Stasera saprò tutto. Ho lasciato il computer di casa acceso, per scaricarmi sia i sessanta minuti di special che l’ultima puntata, il gran finale. Ho metodicamente evitato di gettare l’occhio sulle agenzie, sui siti d’informazione e su quelli di gossip, ignorando spoiler e rivelazioni anticipate. Non che me ne importi molto: sia che Carrie Bradshaw dovesse decidere di rimanere a Parigi, a fianco del Petrovski, sia che se ne torni a New York con le pive nel sacco, per riprendere la liason a corrente alternata con quel torsolone di Mr. Big, la mia vita non cambierà. Ma non voglio privarmi del gusto della sorpresa.
Ebbene sì, anch’io sono caduto nella trappola. Ha ragione la Soncini, quando dice che Sex and the city ha tante chiavi di lettura, tanti target diversi. Senza neanche rendermente conto, sono andato ‘a rota’ per questa serie, appassionandomi – volente o nolente – alle tresche di Carrie e delle sue amiche, osservando dalla provincia dell’impero la vita sociale della metropoli, lasciandomi affascinare da quell’elité di Manhattan che passa dall’aperitivo al party, dal vernissage alla soirée esclusiva.
Nessuna identificazione, per carità: troppe le differenze tra Central Park e Villa Borghese, tra la fifth e Via del Corso, tra Brooklyn e il Nomentano.
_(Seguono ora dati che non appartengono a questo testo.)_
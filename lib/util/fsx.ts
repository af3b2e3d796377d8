// File-system failures as one line naming the path: the only place a Node error
// code becomes words. Inputs must be regular files: a FIFO or a device would block
// a read forever or never end, so it is refused before it is opened.
import fs from 'node:fs';
import path from 'node:path';
import { OfframpError } from '../errors.js';

const WORDS: Record<string, string> = {
  ENOENT: 'no such file or folder',
  EISDIR: 'is a folder, not a file',
  ENOTDIR: 'a part of the path is a file, not a folder',
  ELOOP: 'symbolic links here form a loop',
  EACCES: 'permission denied',
  EPERM: 'operation not permitted',
  EEXIST: 'already exists (and is not a folder)',
  ENOSPC: 'no space left on the device',
  EROFS: 'read-only file system',
  ENAMETOOLONG: 'the path is too long',
  EMFILE: 'too many open files',
  EBUSY: 'the file is busy',
  ENOTEMPTY: 'the folder is not empty',
  EXDEV: 'cannot move across file systems',
};

/** What a Node errno code means, in words; unknown codes keep their name. */
export function fsWords(e: unknown): string {
  const err = e as NodeJS.ErrnoException;
  return (err?.code && WORDS[err.code]) ?? (err?.code ? `${err.code}: ${err.message}` : String(err?.message ?? e));
}

/** True for a Node system error (it has an errno code). */
export const isFsError = (e: unknown): e is NodeJS.ErrnoException =>
  e instanceof Error && typeof (e as NodeJS.ErrnoException).code === 'string' && /^E[A-Z]+$/.test((e as NodeJS.ErrnoException).code!);

/** A Node fs error as an OfframpError naming `file` (default: the path the error names). */
export function fsError(e: unknown, file?: string, doing?: string): OfframpError {
  if (e instanceof OfframpError) return e;
  const where = file ?? (e as NodeJS.ErrnoException)?.path;
  return new OfframpError('io', doing ? `${doing}: ${fsWords(e)}` : fsWords(e), where);
}

function kindOf(st: fs.Stats): string {
  if (st.isDirectory()) return 'a folder';
  if (st.isFIFO()) return 'a FIFO (named pipe)';
  if (st.isSocket()) return 'a socket';
  if (st.isCharacterDevice() || st.isBlockDevice()) return 'a device';
  return 'not a regular file';
}

/** Refuse anything but a regular file (links followed); returns its size. */
export function regularFile(file: string, what = 'input'): number {
  let st: fs.Stats;
  try { st = fs.statSync(file); } catch (e) { throw fsError(e, file); }
  if (!st.isFile()) throw new OfframpError('io', `is ${kindOf(st)}, not a regular file (the ${what} must be a regular file)`, file);
  return st.size;
}

/** The whole of a regular file. */
export function readRegular(file: string, what = 'input'): Buffer {
  regularFile(file, what);
  try { return fs.readFileSync(file); } catch (e) { throw fsError(e, file); }
}

/** A read descriptor of a regular file. */
export function openRegular(file: string, what = 'input'): number {
  regularFile(file, what);
  try { return fs.openSync(file, 'r'); } catch (e) { throw fsError(e, file); }
}

/**
 * A folder a command will write into, checked before any work (nothing is created here): an existing
 * non-folder is refused, and so is a path whose nearest existing ancestor is not a writable folder.
 */
export function checkOutDir(dir: string): void {
  const stat = (p: string) => {
    try { return fs.statSync(p, { throwIfNoEntry: false }); } catch (e) {
      if ((e as NodeJS.ErrnoException).code === 'ENOTDIR') return undefined; // a file further up: found below
      throw fsError(e, dir);
    }
  };
  const st = stat(dir);
  if (st && !st.isDirectory()) throw new OfframpError('usage', `is ${st.isFile() ? 'a file' : kindOf(st)}, not a folder to write into`, dir);
  let at = path.resolve(dir), up = st;
  while (!up) { at = path.dirname(at); up = stat(at); }
  if (!up.isDirectory()) throw new OfframpError('usage', `cannot create a folder here: ${at} is a file`, dir);
  try { fs.accessSync(at, fs.constants.W_OK); } catch (e) { throw fsError(e, dir, `cannot write into ${at}`); }
}
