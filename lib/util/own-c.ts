// The C files offramp writes open with a comment naming the file ("/* offramp_net.c: …"), generated and
// fixed alike. A file of such a name without that first line is someone's own: it is never replaced or removed.
import fs from 'node:fs';
import path from 'node:path';
import { OfframpError } from '../errors.js';

/** Whether `file` (existing) opens as the C files offramp writes do. */
export function writtenByOfframp(file: string): boolean {
  let head = '';
  try {
    const fd = fs.openSync(file, 'r');
    try {
      const b = Buffer.alloc(128);
      head = b.subarray(0, fs.readSync(fd, b, 0, b.length, 0)).toString('latin1');
    } finally { fs.closeSync(fd); }
  } catch { return false; }
  return head.startsWith(`/* ${path.basename(file)}:`);
}

/** Refuse (exit 2) to write over an existing file of `files` that offramp did not write. */
export function refuseForeignC(files: string[]): void {
  for (const f of files) {
    if (fs.existsSync(f) && !writtenByOfframp(f)) throw new OfframpError('usage', 'exists and is not a file offramp wrote (its first line is not offramp\'s): move it, or give another output folder', f);
  }
}
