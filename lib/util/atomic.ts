// Outputs appear whole or not at all: write beside the target, then rename.
import fs from 'node:fs';
import path from 'node:path';
import { OfframpError } from '../errors.js';

export function writeAtomic(file: string, data: Uint8Array | string | Uint8Array[]): void {
  const dir = path.dirname(path.resolve(file));
  const tmp = path.join(dir, `.${path.basename(file)}.${process.pid}.${Date.now()}.tmp`);
  try {
    const fd = fs.openSync(tmp, 'w');
    try {
      for (const chunk of Array.isArray(data) ? data : [data]) {
        if (typeof chunk === 'string') fs.writeSync(fd, chunk);
        else { let off = 0; while (off < chunk.length) off += fs.writeSync(fd, chunk, off); }
      }
      fs.fsyncSync(fd);
    } finally { fs.closeSync(fd); }
    fs.renameSync(tmp, file);
  } catch (e) {
    fs.rmSync(tmp, { force: true });
    throw new OfframpError('io', `cannot write: ${(e as Error).message}`, file);
  }
}

/**
 * Several files that belong together: every one is written to its temp file first, then all
 * are renamed. A failure before the renames leaves the targets as they were, and removes the
 * folders this call created (no empty output folder).
 */
export function writeAllAtomic(files: { file: string; data: Uint8Array | string }[]): void {
  const made: string[] = [];
  const temps: { tmp: string; file: string }[] = [];
  try {
    for (const { file, data } of files) {
      const dir = path.dirname(path.resolve(file));
      const first = fs.mkdirSync(dir, { recursive: true });
      if (first) made.push(first);
      const tmp = path.join(dir, `.${path.basename(file)}.${process.pid}.${Date.now()}.tmp`);
      temps.push({ tmp, file });
      fs.writeFileSync(tmp, data);
    }
  } catch (e) {
    for (const t of temps) fs.rmSync(t.tmp, { force: true });
    for (const d of made.reverse()) fs.rmSync(d, { recursive: true, force: true });
    throw new OfframpError('io', `cannot write: ${(e as Error).message}`, temps.at(-1)?.file ?? files[0]?.file);
  }
  for (const t of temps) fs.renameSync(t.tmp, t.file);
}
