// Files the package ships under lib/ as they are (C sources, linker scripts, the measured-rates
// table), found from the sources (lib/…) or from the compiled modules (dist/lib/…, beside which the
// package keeps lib/).
import fs from 'node:fs';
import path from 'node:path';
import { fileURLToPath } from 'node:url';
import { OfframpError } from '../errors.js';

const HERE = path.dirname(fileURLToPath(import.meta.url));
// lib/util → the project root; dist/lib/util → dist, whose parent is the root
const ROOTS = [path.join(HERE, '..', '..'), path.join(HERE, '..', '..', '..')];

/** The path of `lib/<rel>`; `what` names it in the error when the installation lacks it. */
export function shippedPath(rel: string, what: string): string {
  for (const root of ROOTS) {
    const p = path.join(root, 'lib', rel);
    if (fs.existsSync(p)) return p;
  }
  throw new OfframpError('io', `${what} (lib/${rel}) is missing from this installation`, path.join(ROOTS[0], 'lib', rel));
}
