// JSON for scripts: counts are exact.

/** JSON with bigints as numbers where exact, else as decimal strings. */
export function toJson(v: unknown, indent = 2): string {
  return JSON.stringify(v, (_k, x) => (typeof x === 'bigint' ? (x <= BigInt(Number.MAX_SAFE_INTEGER) && x >= -BigInt(Number.MAX_SAFE_INTEGER) ? Number(x) : x.toString()) : x), indent);
}

/**
 * JSON.parse for a user's file or option, failing with a message that never quotes the input back:
 * a binary file given by mistake would print its raw bytes.
 */
export function parseJsonText(text: string, what: string): { ok: true; value: unknown } | { ok: false; message: string } {
  try { return { ok: true, value: JSON.parse(text) }; } catch (e) {
    const at = /position (\d+)/.exec((e as Error).message)?.[1];
    // eslint-disable-next-line no-control-regex
    const binary = /[\u0000-\u0008\u000e-\u001f\ufffd]/.test(text.slice(0, 4096));
    return { ok: false, message: `not valid JSON${at ? ` (at byte ${at})` : ''}${binary ? ', it looks like binary data' : ''}: expected ${what}` };
  }
}

/**
 * A figure derived from counts (a share, or points made from shares) without binary floating-point noise:
 * 0.15999999999999348 → 0.16. Twelve significant digits keep every figure a count of up to 10^9 rows can give.
 */
export const roundNoise = (x: number) => (Number.isFinite(x) && x !== 0 ? Number(x.toPrecision(12)) : x);
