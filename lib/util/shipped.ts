// Files the package ships under lib/ as they are (C sources, linker scripts, the measured-rates
// table), found from the sources (lib/…) or from the compiled modules (dist/lib/…, beside which the
// package keeps lib/).
import fs from 'node:fs';
import path from 'node:path';
import { fileURLToPath, pathToFileURL } from 'node:url';
import { OfframpError } from '../errors.js';

const HERE = path.dirname(fileURLToPath(import.meta.url));
// lib/util → the project root; dist/lib/util → dist, whose parent is the root
const ROOTS = [path.join(HERE, '..', '..'), path.join(HERE, '..', '..', '..')];

/** The path of `lib/<rel>`; `what` names it in the error when the installation lacks it. */
export function shippedPath(rel: string, what: string): string {
  for (const root of ROOTS) {
    const p = path.join(root, 'lib', rel);
    if (fs.existsSync(p)) return p;
  }
  throw new OfframpError('io', `${what} (lib/${rel}) is missing from this installation`, path.join(ROOTS[0], 'lib', rel));
}

/**
 * A worker thread's compiled module `rel` (relative to dist/lib), for a module at `from` (its import.meta.url):
 * beside it when it runs compiled, or, when it runs from its TypeScript source (the test runner), the build's
 * copy; undefined without a build (the caller then stays on its own thread).
 */
export function compiledModule(from: string, rel: string): URL | undefined {
  const here = fileURLToPath(from);
  const lib = path.join(path.dirname(here), '..');
  if (here.endsWith('.js')) return pathToFileURL(path.join(lib, rel));
  const built = path.join(lib, '..', 'dist', 'lib', rel);
  return fs.existsSync(built) ? pathToFileURL(built) : undefined;
}
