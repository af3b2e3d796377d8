// Outputs appear whole or not at all: write beside the target, then rename.
import fs from 'node:fs';
import path from 'node:path';
import { OfframpError } from '../errors.js';

export function writeAtomic(file: string, data: Uint8Array | string | Uint8Array[]): void {
  const dir = path.dirname(path.resolve(file));
  const tmp = path.join(dir, `.${path.basename(file)}.${process.pid}.${Date.now()}.tmp`);
  try {
    const fd = fs.openSync(tmp, 'w');
    try {
      for (const chunk of Array.isArray(data) ? data : [data]) {
        if (typeof chunk === 'string') fs.writeSync(fd, chunk);
        else { let off = 0; while (off < chunk.length) off += fs.writeSync(fd, chunk, off); }
      }
      fs.fsyncSync(fd);
    } finally { fs.closeSync(fd); }
    fs.renameSync(tmp, file);
  } catch (e) {
    fs.rmSync(tmp, { force: true });
    throw new OfframpError('io', `cannot write: ${(e as Error).message}`, file);
  }
}
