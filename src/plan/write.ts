/**
 * Writing a plan as YAML people can read and edit: the editor modeline first (so editors validate
 * against schemas/plan-v1.schema.json), then `format: tandem-plan/1`, then the sections in a fixed
 * order, each with a comment saying what it is for. Same plan in, same bytes out.
 */
import { basename, dirname, isAbsolute, join, relative, resolve, sep } from 'node:path';
import { pathToFileURL } from 'node:url';
import { Document, isScalar, type Pair, type YAMLMap } from 'yaml';
import { writeFileAtomic } from '../fs/atomic.js';
import { schemasDir } from '../paths.js';
import type { Plan } from './types.js';

export const PLAN_SCHEMA_FILE = 'plan-v1.schema.json';

/** The fixed key order of each part of a plan; keys not listed follow in sorted order. */
const ORDER = {
  top: ['format', 'title', 'createdBy', 'created', 'study', 'design', 'difference', 'procedure', 'sensitivity', 'hypotheses', 'data', 'missingPolicy', 'conditions', 'scope', 'warnings', 'cautions', 'planning', 'answers'],
  study: ['unit', 'outcome', 'outcomeUnit', 'first', 'second', 'event'],
  design: ['family', 'kind', 'reasons'],
  procedure: ['id', 'alternative', 'confidence', 'nullValue', 'margin'],
  sensitivity: ['id', 'why'],
  hypotheses: ['nullSymbols', 'nullWords', 'alternativeSymbols', 'alternativeWords'],
  data: ['layout', 'id', 'sequence', 'firstThenSecond', 'secondThenFirst', 'period1', 'period2', 'group', 'condition', 'first', 'second', 'value', 'firstLevel', 'secondLevel', 'pairBy', 'missing', 'delimiter'],
  condition: ['id', 'text', 'check', 'basis'],
  scope: ['causal', 'generalize', 'text'],
  planning: ['difference', 'sd', 'sd2', 'sdDiff', 'rho', 'effectSize', 'alpha', 'power', 'ratio', 'attrition', 'n', 'margin'],
} as const;

const COMMENTS: Record<string, string> = {
  study: [
    ' What is measured, on what, under which two conditions. Differences are first minus second.',
    ' event (binary outcomes only): the data value that counts as the event, e.g. "cracked" or "1".',
  ].join('\n'),
  design: ' How the data were produced (from the interview answers) and why that is the design.',
  difference: ' The direction of subtraction, in words.',
  procedure: [
    ' The declared analysis, fixed before seeing the data.',
    ' alternative: two-sided, greater or less (for first minus second);',
    ' margin: equivalence aims only (equivalent: the difference lies within -margin to +margin).',
  ].join('\n'),
  sensitivity: [
    ' Sensitivity analysis declared now: reported beside the main result, never swapped in after',
    ' seeing the data (null: none).',
  ].join('\n'),
  hypotheses: ' Null and alternative hypotheses, consistent with the direction of subtraction.',
  data: [
    ' Where the values are in your CSV file.',
    ' EDIT the column names (and group or sequence values) below to match your file before running',
    ' tandem analyze. Layouts: wide (one row per unit, two value columns), long (id, condition and',
    ' value columns), groups (group and value columns), columns (one column per group), crossover.',
  ].join('\n'),
  missingPolicy: [
    ' drop-incomplete-pairs: a pair with a missing member is dropped whole and counted;',
    ' drop-missing-values: each missing value is dropped and counted.',
  ].join('\n'),
  conditions: ' Conditions to check before trusting the result, and how to check each.',
  scope: [
    ' What the conclusion may claim: cause and effect only with random assignment, generalization',
    ' only with random sampling.',
  ].join('\n'),
  warnings: ' Warnings about the design.',
  cautions: ' Cautions: tandem does not replace a qualified statistician, an ethics review or a protocol.',
  planning: ' Planning inputs read by tandem size PLAN (in the outcome unit).',
  answers: ' The interview answers that produced this plan, by question id.',
};

function ordered(obj: Record<string, unknown>, keys: readonly string[]): Record<string, unknown> {
  const out: Record<string, unknown> = {};
  for (const k of keys) if (obj[k] !== undefined) out[k] = obj[k];
  for (const k of Object.keys(obj).sort()) if (!(k in out) && obj[k] !== undefined) out[k] = obj[k];
  return out;
}

/** The plan as a plain object with every part in the fixed key order and no undefined values. */
export function normalizePlan(plan: Plan): Record<string, unknown> {
  const p = plan as unknown as Record<string, Record<string, unknown>>;
  const parts: Record<string, unknown> = { ...plan };
  for (const k of ['study', 'design', 'procedure', 'hypotheses', 'data', 'scope', 'planning'] as const) {
    if (p[k] && typeof p[k] === 'object') parts[k] = ordered(p[k], ORDER[k]);
  }
  if (plan.sensitivity) parts.sensitivity = ordered(plan.sensitivity as unknown as Record<string, unknown>, ORDER.sensitivity);
  parts.conditions = plan.conditions.map((c) => ordered(c as unknown as Record<string, unknown>, ORDER.condition));
  return ordered(parts, ORDER.top);
}

/** The schema's location as the plan file should name it: relative to the plan's folder. */
export function schemaReference(planPath: string): string {
  const schema = join(schemasDir(), PLAN_SCHEMA_FILE);
  const rel = relative(dirname(resolve(planPath)), schema);
  if (isAbsolute(rel)) return pathToFileURL(schema).href; // another drive (Windows)
  return rel.split(sep).join('/');
}

export function modeline(planPath: string): string {
  return `# yaml-language-server: $schema=${schemaReference(planPath)}`;
}

/** The plan's YAML text, to be written at `planPath` (which decides the modeline's relative path). */
export function writePlanText(plan: Plan, planPath: string): string {
  const doc = new Document(normalizePlan(plan));
  const name = basename(planPath);
  doc.commentBefore = [
    modeline(planPath).slice(1),
    '',
    ' tandem analysis plan. Decide everything here before looking at the outcome data.',
    ` Check it:  tandem plan check ${name}`,
    ` Run it:    tandem analyze ${name} --data YOUR_DATA.csv`,
  ].join('\n');
  const map = doc.contents as YAMLMap;
  for (const item of map.items as Pair[]) {
    if (!isScalar(item.key)) continue;
    const comment = COMMENTS[String(item.key.value)];
    if (comment) {
      item.key.commentBefore = comment;
      item.key.spaceBefore = true;
    }
  }
  return doc.toString({ lineWidth: 0, indentSeq: true });
}

/** Writes the plan atomically; refuses to replace an existing file unless `force`. */
export async function savePlan(plan: Plan, planPath: string, opts: { force?: boolean } = {}): Promise<void> {
  await writeFileAtomic(planPath, writePlanText(plan, planPath), opts);
}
Troppa differenza tra noi e loro. Per fortuna. Al contrario, a forza di guardarlo ho maturato la consapevolezza di assistere alle storielle di un vippame becero, eternamente autoreferenziale, pieno di puzza sotto il naso: gente così, se la incontrassi a Roma, la manderei a cacare senza tanti complimenti. Per non parlare degli aspetti più diseducativi della serie.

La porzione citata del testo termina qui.